Data extracted from a collection ▸
● ● ● ●

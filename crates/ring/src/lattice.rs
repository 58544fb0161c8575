//! Integer matrices: Hermite and Smith forms.

use linform_scalar::Integer;

/// A lattice of integer row vectors, kept as a basis in echelon form.
///
/// *Invariant*: pivots are positive, stand in strictly rising columns, and every entry above a pivot lies in
/// `0..pivot` (the Hermite normal form, which is unique: H. Cohen, *A Course in Computational Algebraic
/// Number Theory*, section 2.4).
#[derive(Clone, Debug)]
pub(crate) struct Lattice {
    basis: Vec<Vec<Integer>>,
}

fn pivot(row: &[Integer]) -> Option<usize> {
    row.iter().position(|entry| !entry.is_zero())
}

/// `row − factor·other`.
fn subtract(row: &mut [Integer], factor: &Integer, other: &[Integer]) {
    if factor.is_zero() {
        return;
    }
    for (entry, subtrahend) in row.iter_mut().zip(other) {
        entry.sub_product(factor, subtrahend);
    }
}

impl Lattice {
    pub(crate) fn new() -> Lattice {
        Lattice { basis: Vec::new() }
    }

    pub(crate) fn basis(&self) -> &[Vec<Integer>] {
        &self.basis
    }

    /// Adds one vector to the generators.
    pub(crate) fn insert(&mut self, mut row: Vec<Integer>) {
        let (mut place, mut changed) = (0, false);
        while let Some(column) = pivot(&row) {
            while self
                .basis
                .get(place)
                .is_some_and(|other| pivot(other) < Some(column))
            {
                place += 1;
            }
            match self.basis.get_mut(place) {
                Some(other) if pivot(other) == Some(column) => loop {
                    // Euclid's algorithm on the two pivots leaves the gcd in the basis and 0 in the row.
                    let quotient = row[column].div_rem_euclid(&other[column]).0;
                    subtract(&mut row, &quotient, other);
                    if row[column].is_zero() {
                        break;
                    }
                    std::mem::swap(other, &mut row);
                    changed = true;
                },
                _ => {
                    self.basis.insert(place, row);
                    changed = true;
                    break;
                }
            }
        }
        // Most vectors of a long list lie in the lattice already.
        if changed {
            self.reduce();
        }
    }

    /// Restores signs and sizes.
    fn reduce(&mut self) {
        for index in 0..self.basis.len() {
            let (above, rest) = self.basis.split_at_mut(index);
            let row = &mut rest[0];
            let Some(column) = pivot(row) else { continue };
            if row[column].is_negative() {
                for entry in row.iter_mut() {
                    *entry = -&*entry;
                }
            }
            for other in above {
                let quotient = other[column].div_rem_euclid(&row[column]).0;
                subtract(other, &quotient, row);
            }
        }
    }
}

/// The solutions of `A x ≡ 0`.
#[derive(Debug)]
pub(crate) struct Kernel {
    /// A basis of the integer vectors with `A x = 0`.
    pub(crate) free: Vec<Vec<Integer>>,
    /// Pairs `(m, x)` with `m > 1` and `A x ≡ 0 (mod m)`; with the free ones these generate the solutions for
    /// every modulus.
    pub(crate) torsion: Vec<(Integer, Vec<Integer>)>,
}

/// Kernel and torsion of a matrix with `columns` columns, from unimodular `U`, `V` with `U A V = diag(d)`:
/// column `i` of `V` solves the system modulo `d_i`, and exactly where `d_i = 0`.
///
/// Smith's form would also make each `d_i` divide the next; whoever splits the moduli into prime powers does
/// not need that (H. Cohen, loc. cit.).
pub(crate) fn kernel(rows: &[Vec<Integer>], columns: usize) -> Kernel {
    let mut matrix = rows.to_vec();
    // The columns of V, as rows.
    let mut basis: Vec<Vec<Integer>> = (0..columns)
        .map(|i| {
            (0..columns)
                .map(|j| Integer::from(i32::from(i == j)))
                .collect()
        })
        .collect();
    let mut diagonal = vec![Integer::ZERO; columns];
    let mut step = 0;
    while let Some((i, j)) = smallest(&matrix, step) {
        matrix.swap(step, i);
        for row in &mut matrix {
            row.swap(step, j);
        }
        basis.swap(step, j);
        if clear_column(&mut matrix, step) && clear_row(&mut matrix, &mut basis, step) {
            diagonal[step] = matrix[step][step].abs();
            step += 1;
        }
    }
    let mut result = Kernel {
        free: Vec::new(),
        torsion: Vec::new(),
    };
    for (modulus, vector) in diagonal.into_iter().zip(basis) {
        if modulus.is_zero() {
            result.free.push(vector);
        } else if !modulus.is_one() {
            result.torsion.push((modulus, vector));
        }
    }
    result
}

/// The place of an entry of least absolute value, beyond the first `step` rows and columns.
fn smallest(matrix: &[Vec<Integer>], step: usize) -> Option<(usize, usize)> {
    let places = (step..matrix.len()).flat_map(|i| (step..matrix[i].len()).map(move |j| (i, j)));
    places
        .filter(|&(i, j)| !matrix[i][j].is_zero())
        .min_by_key(|&(i, j)| matrix[i][j].abs())
}

/// Subtracts multiples of row `step` from the rows below; whether nothing is left in its column.
fn clear_column(matrix: &mut [Vec<Integer>], step: usize) -> bool {
    let (head, below) = matrix.split_at_mut(step + 1);
    let pivot_row = &head[step];
    let mut clear = true;
    for row in below {
        let quotient = row[step].div_rem_euclid(&pivot_row[step]).0;
        subtract(row, &quotient, pivot_row);
        clear &= row[step].is_zero();
    }
    clear
}

/// The same for columns, recorded in the basis.
fn clear_row(matrix: &mut [Vec<Integer>], basis: &mut [Vec<Integer>], step: usize) -> bool {
    let mut clear = true;
    for column in step + 1..basis.len() {
        let quotient = matrix[step][column].div_rem_euclid(&matrix[step][step]).0;
        if quotient.is_zero() && matrix[step][column].is_zero() {
            continue;
        }
        for row in matrix.iter_mut() {
            let subtrahend = &quotient * &row[step];
            row[column] -= subtrahend;
        }
        let source = basis[step].clone();
        subtract(&mut basis[column], &quotient, &source);
        clear &= matrix[step][column].is_zero();
    }
    clear
}

#[cfg(test)]
mod tests {
    use super::*;
    use proptest::prelude::*;

    fn matrices() -> impl Strategy<Value = (usize, Vec<Vec<i32>>)> {
        (1usize..5).prop_flat_map(|columns| {
            let rows =
                proptest::collection::vec(proptest::collection::vec(-6i32..7, columns), 0..5);
            (Just(columns), rows)
        })
    }

    fn integers(rows: &[Vec<i32>]) -> Vec<Vec<Integer>> {
        rows.iter()
            .map(|row| row.iter().map(|&x| Integer::from(x)).collect())
            .collect()
    }

    fn dot(row: &[Integer], vector: &[Integer]) -> Integer {
        row.iter().zip(vector).map(|(a, b)| a * b).sum()
    }

    proptest! {
        #![proptest_config(crate::testing::cases(96))]

        #[test]
        fn kernel_vectors_solve_the_system((columns, rows) in matrices()) {
            let rows = integers(&rows);
            let kernel = kernel(&rows, columns);
            for vector in &kernel.free {
                prop_assert!(rows.iter().all(|row| dot(row, vector).is_zero()));
            }
            for (modulus, vector) in &kernel.torsion {
                prop_assert!(rows.iter().all(|row| modulus.divides(&dot(row, vector))));
            }
        }

        #[test]
        fn kernel_counts_the_solutions_modulo_small_numbers((columns, rows) in matrices(), modulus in 2i32..5) {
            let rows = integers(&rows);
            let kernel = kernel(&rows, columns);
            let m = Integer::from(modulus);
            // Hom(⊕ℤ/d ⊕ ℤ^r, ℤ/m) has m^r ∏ gcd(d, m) elements.
            let free = m.pow(kernel.free.len() as u32);
            let expected = kernel.torsion.iter().fold(free, |count, (d, _)| count * d.gcd(&m));
            let mut found = 0;
            for code in 0..modulus.pow(columns as u32) {
                let vector: Vec<Integer> = (0..columns as u32).map(|i| Integer::from(code / modulus.pow(i) % modulus)).collect();
                found += i32::from(rows.iter().all(|row| m.divides(&dot(row, &vector))));
            }
            prop_assert_eq!(Integer::from(found), expected);
        }

        #[test]
        fn hermite_basis_is_reduced_and_does_not_depend_on_the_order((_, rows) in matrices()) {
            let rows = integers(&rows);
            let (mut forward, mut backward) = (Lattice::new(), Lattice::new());
            rows.iter().for_each(|row| forward.insert(row.clone()));
            rows.iter().rev().for_each(|row| backward.insert(row.clone()));
            prop_assert_eq!(forward.basis(), backward.basis());
            let pivots: Vec<usize> = forward.basis().iter().map(|row| pivot(row).unwrap()).collect();
            prop_assert!(pivots.windows(2).all(|pair| pair[0] < pair[1]));
            // Every generator lies in the lattice: adding it again changes nothing.
            let before = forward.basis().to_vec();
            rows.iter().for_each(|row| forward.insert(row.clone()));
            prop_assert_eq!(forward.basis(), &before[..]);
        }
    }
}
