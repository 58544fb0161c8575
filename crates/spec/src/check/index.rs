//! Index expressions and conditions.

use super::scope::{Scope, Where};
use crate::collect::Collector;
use crate::expression::{Condition, Expr, ExprKind};
use crate::index::{Environment, Integral, MAX_EXPONENT, integer, not_integral};
use crate::read::shorten;
use crate::source::Diagnostic;

/// What is known of an index expression.
#[derive(Clone, Copy, Debug, PartialEq, Eq)]
pub(crate) enum Index {
    /// It has this value.
    Fixed(i64),
    /// It depends on index variables.
    Variable,
    /// It is wrong, and that is noted.
    Wrong,
}

impl Scope<'_> {
    /// Checks an expression that stands for an integer.
    pub(crate) fn index(&self, expr: &Expr, errors: &mut Collector) -> Index {
        self.integral(expr, Integral::Index, errors)
    }

    fn integral(&self, expr: &Expr, what: Integral, errors: &mut Collector) -> Index {
        match self.index_names(expr, what, errors) {
            // Without variables its value is known, or it has none.
            Index::Fixed(_) => errors
                .take(integer(expr, &Environment::new(), what))
                .map_or(Index::Wrong, Index::Fixed),
            other => other,
        }
    }

    /// Checks the names; `Fixed` means that there are none.
    fn index_names(&self, expr: &Expr, what: Integral, errors: &mut Collector) -> Index {
        match &expr.kind {
            ExprKind::Number(n) if n.to_i64().is_none() => {
                errors.push(
                    Diagnostic::new(format!("this {what} is out of range"), expr.span).help(
                        match what {
                            Integral::Index => "indices lie between -2^63 and 2^63 - 1".to_owned(),
                            Integral::Exponent => {
                                format!("exponents lie between 0 and {MAX_EXPONENT}")
                            }
                        },
                    ),
                );
                Index::Wrong
            }
            ExprKind::Number(_) => Index::Fixed(0),
            ExprKind::Name { base, primes: 0 } if self.binds(base) => Index::Variable,
            ExprKind::Name { base, primes } => {
                self.not_an_index(expr, base, *primes, what, errors);
                Index::Wrong
            }
            ExprKind::Neg(a) | ExprKind::Group(a) => self.index_names(a, what, errors),
            ExprKind::Add(a, b)
            | ExprKind::Sub(a, b)
            | ExprKind::Mul(a, b)
            | ExprKind::Div(a, b)
            | ExprKind::Pow(a, b) => {
                match (
                    self.index_names(a, what, errors),
                    self.index_names(b, what, errors),
                ) {
                    (Index::Wrong, _) | (_, Index::Wrong) => Index::Wrong,
                    (Index::Variable, _) | (_, Index::Variable) => Index::Variable,
                    (Index::Fixed(_), Index::Fixed(_)) => Index::Fixed(0),
                }
            }
            _ => {
                errors.push(not_integral(what, expr.span));
                Index::Wrong
            }
        }
    }

    fn not_an_index(
        &self,
        expr: &Expr,
        base: &str,
        primes: u32,
        what: Integral,
        errors: &mut Collector,
    ) {
        if self.names.is_element(base, primes) {
            let name = shorten(base);
            errors.push(
                Diagnostic::new(format!("the symbol `{name}` is not an {what}"), expr.span)
                    .help("indices and exponents are integers, or index variables bound by `for` or by the left side of a rule"),
            );
            return;
        }
        let help = if self.later.iter().any(|sweep| sweep.variable == base) {
            "its range comes later: write the outer ranges first".to_owned()
        } else if self.indices.is_empty() {
            "no index variable is bound here: `for` binds them, and so does the left side of a rule"
                .to_owned()
        } else {
            let known: Vec<_> = self.indices.iter().map(|(name, _)| shorten(name)).collect();
            format!("the index variables here are {}", known.join(", "))
        };
        let candidates = self.indices.iter().map(|(name, _)| name.as_str()).collect();
        self.names
            .note_unknown("index variable", base, expr.span, candidates, &help, errors);
    }

    /// Checks an exponent.
    pub(crate) fn exponent(&self, expr: &Expr, errors: &mut Collector) -> Index {
        let index = self.integral(expr, Integral::Exponent, errors);
        if let Index::Fixed(value) = index {
            // In a model, negative powers are those of power series that are units.
            let units = matches!(self.place, Where::Equation(_) | Where::Kernel(_));
            let least = if units { -MAX_EXPONENT } else { 0 };
            if !(least..=MAX_EXPONENT).contains(&value) {
                errors.push(
                    Diagnostic::new(
                        if value < 0 {
                            format!("the exponent {value} is negative")
                        } else {
                            format!("the exponent {value} is too large")
                        },
                        expr.span,
                    )
                    .help(format!("exponents lie between {least} and {MAX_EXPONENT}")),
                );
                return Index::Wrong;
            }
        }
        index
    }

    pub(crate) fn condition(&self, condition: &Condition, errors: &mut Collector) {
        for operand in &condition.operands {
            self.index(operand, errors);
        }
    }
}
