//! The sweeps of a spec, run through once: empty sweeps and empty forms are found before any algebra.

use crate::claim::Claim;
use crate::collect::Collector;
use crate::source::Diagnostic;

/// The most combinations of indices tried in one spec. What is not reached is checked when it is solved.
const BUDGET: usize = 20_000;

/// Notes claims without instances, and instances without terms.
pub(crate) fn rehearse(claims: &[&Claim], errors: &mut Collector) {
    let mut left = BUDGET;
    for claim in claims {
        if claim.is_open() || left == 0 || errors.is_full() {
            continue;
        }
        if let Err(error) = rehearse_claim(claim, &mut left) {
            errors.push(error);
        }
    }
}

fn rehearse_claim(claim: &Claim, left: &mut usize) -> Result<(), Diagnostic> {
    let Some(instances) = claim.instances_within(*left)? else {
        *left = 0;
        return Ok(());
    };
    *left = left.saturating_sub(instances.len());
    for env in &instances {
        // An open range is never empty: it takes its first value at least.
        let Some(length) = claim.terms.count(env, Some(1), *left)? else {
            *left = 0;
            return Ok(());
        };
        *left = left.saturating_sub(length);
        for yielded in &claim.yields {
            let Some(other) = yielded.terms.count(env, Some(1), *left)? else {
                *left = 0;
                return Ok(());
            };
            *left = left.saturating_sub(other);
            if other != length && !claim.terms.is_open() {
                return Err(Diagnostic::new(
                    format!(
                        "{other} terms for {length} coefficients{}",
                        crate::index::describe(env)
                    ),
                    yielded.terms.span,
                )
                .also(claim.terms.span, "the coefficients belong to these terms")
                .help("give as many terms as the claim has"));
            }
        }
    }
    Ok(())
}
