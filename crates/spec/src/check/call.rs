//! Calls of functions.

use super::index::Index;
use super::names::Kind;
use super::scope::{RangeOf, Scope, Where};
use super::value::written;
use crate::collect::Collector;
use crate::expression::{Expr, ExprKind, Function};
use crate::index::MAX_EXPONENT;
use crate::model::FiniteSizeModel;
use crate::parser::unknown_function;
use crate::read::{count_indices, shorten};
use crate::source::{Diagnostic, Span};

impl Scope<'_> {
    /// Checks a call of a built-in function.
    pub(crate) fn call(
        &mut self,
        span: Span,
        function: Function,
        arguments: &[Expr],
        errors: &mut Collector,
    ) {
        if !self.allows(function) {
            errors.push(
                Diagnostic::new(format!("`{}` cannot stand here", function.name()), span)
                    .help(self.instead_of(function)),
            );
            return;
        }
        if arguments.len() != function.arity() {
            errors.push(
                Diagnostic::new(
                    format!(
                        "`{}` takes {}, not {}",
                        function.name(),
                        arguments_in_words(function.arity()),
                        arguments.len()
                    ),
                    span,
                )
                .help(format!("write {}", function.usage())),
            );
            return;
        }
        match (function, arguments) {
            (Function::Ratio | Function::Derivative, [law, order]) => {
                self.reference(Kind::Law, function, law, errors);
                self.order(order, errors);
            }
            (Function::Correction, [model, order]) => {
                self.reference(Kind::Model, function, model, errors);
                self.order(order, errors);
            }
            (Function::Minor, [family, rows, columns]) => {
                self.minor(span, family, rows, columns, errors);
            }
            (Function::Sum, [argument]) => self.sum(argument, errors),
            (Function::Column, [argument]) => {
                if !matches!(argument.kind, ExprKind::Text(_)) {
                    errors.push(
                        Diagnostic::new("a column is named by a text", argument.span)
                            .help(format!("write {}", function.usage())),
                    );
                }
            }
            _ => {
                for argument in arguments {
                    self.value(argument, errors);
                }
            }
        }
    }

    fn allows(&self, function: Function) -> bool {
        match self.place {
            Where::Ring => !matches!(
                function,
                Function::Derivative | Function::Column | Function::Sqrt
            ),
            Where::Data => function != Function::Sqrt,
            Where::Derivation | Where::Decay => false,
            Where::Equation(_) | Where::Kernel(_) => function == Function::Sqrt,
        }
    }

    fn instead_of(&self, function: Function) -> &'static str {
        match (self.place, function) {
            (Where::Ring, Function::Derivative) => {
                "`derivative(F, n)` belongs to claims about numbers; in the ring write `ratio(F, n)`"
            }
            (Where::Ring, Function::Column) => {
                "columns belong to claims about numbers, with `data`"
            }
            (Where::Ring | Where::Data, Function::Sqrt) => {
                "square roots belong to the power series of a model"
            }
            _ => self.what_may_stand_here(),
        }
    }

    /// A law, family or model named in a call. Gives its name if it is known.
    fn reference<'e>(
        &self,
        kind: Kind,
        function: Function,
        expr: &'e Expr,
        errors: &mut Collector,
    ) -> Option<&'e str> {
        let ExprKind::Name { base, primes: 0 } = &expr.kind else {
            errors.push(
                Diagnostic::new("a name was expected here", expr.span)
                    .help(format!("write {}", function.usage())),
            );
            return None;
        };
        let known = match kind {
            Kind::Law => self.names.is_law(base),
            Kind::Model => self.names.is_model(base),
            Kind::Family => self.names.family(base).is_some(),
        };
        if !known {
            self.names.unknown(kind, base, expr.span, errors);
            return None;
        }
        Some(base)
    }

    /// The order of a derivative or of a correction.
    fn order(&self, expr: &Expr, errors: &mut Collector) {
        if let Index::Fixed(order) = self.index(expr, errors)
            && !(0..=MAX_EXPONENT).contains(&order)
        {
            errors.push(
                Diagnostic::new(format!("the order {order} is out of range"), expr.span)
                    .help(format!("orders lie between 0 and {MAX_EXPONENT}")),
            );
        }
    }

    fn minor(
        &self,
        span: Span,
        family: &Expr,
        rows: &Expr,
        columns: &Expr,
        errors: &mut Collector,
    ) {
        if let Some(name) = self.reference(Kind::Family, Function::Minor, family, errors)
            && let Some(Some(arity)) = self.names.family(name)
            && arity != 2
        {
            errors.push(
                Diagnostic::new(
                    format!("`{name}` has {}: it has no minors", count_indices(arity)),
                    family.span,
                )
                .help("minors are taken of a family with two indices"),
            );
        }
        let sizes = [rows, columns].map(|list| match &list.kind {
            ExprKind::List(list) => {
                for index in list {
                    self.index(index, errors);
                }
                Some(list.len())
            }
            _ => {
                errors.push(
                    Diagnostic::new("a list was expected here", list.span)
                        .help(format!("write {}", Function::Minor.usage())),
                );
                None
            }
        });
        let [Some(rows), Some(columns)] = sizes else {
            return;
        };
        if rows != columns || rows == 0 {
            errors.push(
                Diagnostic::new(
                    format!("a minor of {rows} rows and {columns} columns"),
                    span,
                )
                .help("give as many rows as columns, and at least one"),
            );
        }
    }

    fn sum(&mut self, argument: &Expr, errors: &mut Collector) {
        let ExprKind::For { body, sweep } = &argument.kind else {
            errors.push(
                Diagnostic::new("a sum needs a range", argument.span)
                    .help(format!("write {}", Function::Sum.usage())),
            );
            return;
        };
        if sweep.end.is_none() {
            errors.push(
                Diagnostic::new("the range of a sum has no end", sweep.span)
                    .help(format!("write {}", Function::Sum.usage())),
            );
        }
        self.sweep(sweep, RangeOf::Sum, errors);
        self.value(body, errors);
        self.indices.pop();
    }

    /// Checks `A'(x)`.
    pub(crate) fn apply(
        &mut self,
        span: Span,
        function: &str,
        primes: u32,
        argument: &Expr,
        errors: &mut Collector,
    ) {
        match self.place {
            Where::Kernel(model) if function == model.function => {
                let variable = matches!(
                    &argument.kind,
                    ExprKind::Name { base, primes: 0 } if model.variables.contains(base)
                );
                if !variable {
                    let [x, y] = &model.variables;
                    errors.push(
                        Diagnostic::new(
                            format!("the argument of `{function}` is a variable of the model"),
                            argument.span,
                        )
                        .help(format!("write `{function}({x})` or `{function}({y})`")),
                    );
                }
            }
            Where::Equation(model) if function == model.function => {
                errors.push(
                    Diagnostic::new(
                        format!("in the equation `{function}` stands without its argument"),
                        span,
                    )
                    .help(format!("write `{}`", written(function, primes))),
                );
            }
            Where::Decay if function == "Ai" && primes == 0 => {
                self.value(argument, errors);
            }
            Where::Decay => errors.push(
                Diagnostic::new(
                    format!("unknown asymptotic form `{}`", written(function, primes)),
                    span,
                )
                .help("the forms known are multiples of `Ai(t)`"),
            ),
            _ if self.names.is_element(function, primes) || self.binds(function) => {
                let name = written(function, primes);
                errors.push(
                    Diagnostic::new(format!("`{}` is not a function", shorten(&name)), span).help(
                        format!("a product is written with `*`: `{}*(…)`", shorten(&name)),
                    ),
                );
            }
            _ if self.names.family(function).is_some() => errors.push(
                Diagnostic::new(format!("the family `{function}` is not a function"), span)
                    .help(format!("indices stand in square brackets: `{function}[…]`")),
            ),
            _ if self.names.is_law(function) => errors.push(
                Diagnostic::new(format!("the law `{function}` is not a function here"), span)
                    .help(format!("write `ratio({function}, n)`")),
            ),
            _ => errors.push(unknown_function(&written(&shorten(function), primes), span)),
        }
    }

    /// Checks a name in an equation or kernel.
    pub(crate) fn model_name(
        &self,
        model: &FiniteSizeModel,
        span: Span,
        base: &str,
        primes: u32,
        errors: &mut Collector,
    ) {
        let kernel = matches!(self.place, Where::Kernel(_));
        let [x, y] = &model.variables;
        if base == model.function {
            if kernel {
                errors.push(
                    Diagnostic::new(format!("in the kernel `{base}` needs an argument"), span)
                        .help(format!("write `{}({x})`", written(base, primes))),
                );
            }
            return;
        }
        let constants = self.names.constants();
        let known = base == model.parameter
            || base == x
            || (kernel && base == y)
            || constants.iter().any(|constant| constant == base);
        if known && primes == 0 {
            return;
        }
        if known {
            errors.push(
                Diagnostic::new(
                    format!("`{}` has no derivative here", written(base, primes)),
                    span,
                )
                .help(format!("only `{}` is derived", model.function)),
            );
            return;
        }
        if base == y {
            errors.push(
                Diagnostic::new(format!("the equation is in `{x}` alone"), span)
                    .help(format!("`{y}` is the second argument of the kernel")),
            );
            return;
        }
        if self.names.lost.symbols {
            errors.withhold();
            return;
        }
        let mut candidates: Vec<&str> = constants.iter().map(String::as_str).collect();
        candidates.extend([&model.parameter, x, y, &model.function].map(String::as_str));
        self.names.note_unknown(
            "name",
            &written(base, primes),
            span,
            candidates,
            self.what_may_stand_here(),
            errors,
        );
    }
}

fn arguments_in_words(arity: usize) -> &'static str {
    match arity {
        1 => "1 argument",
        2 => "2 arguments",
        _ => "3 arguments",
    }
}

● ● ● ●

Brief ▸
All lines in the records above that contain "impl" are to be reported.

Task answer ▸
impl Lattice {
    fn matrices() -> impl Strategy<Value = (usize, Vec<Vec<i32>>)> {
impl Scope<'_> {
impl Scope<'_> {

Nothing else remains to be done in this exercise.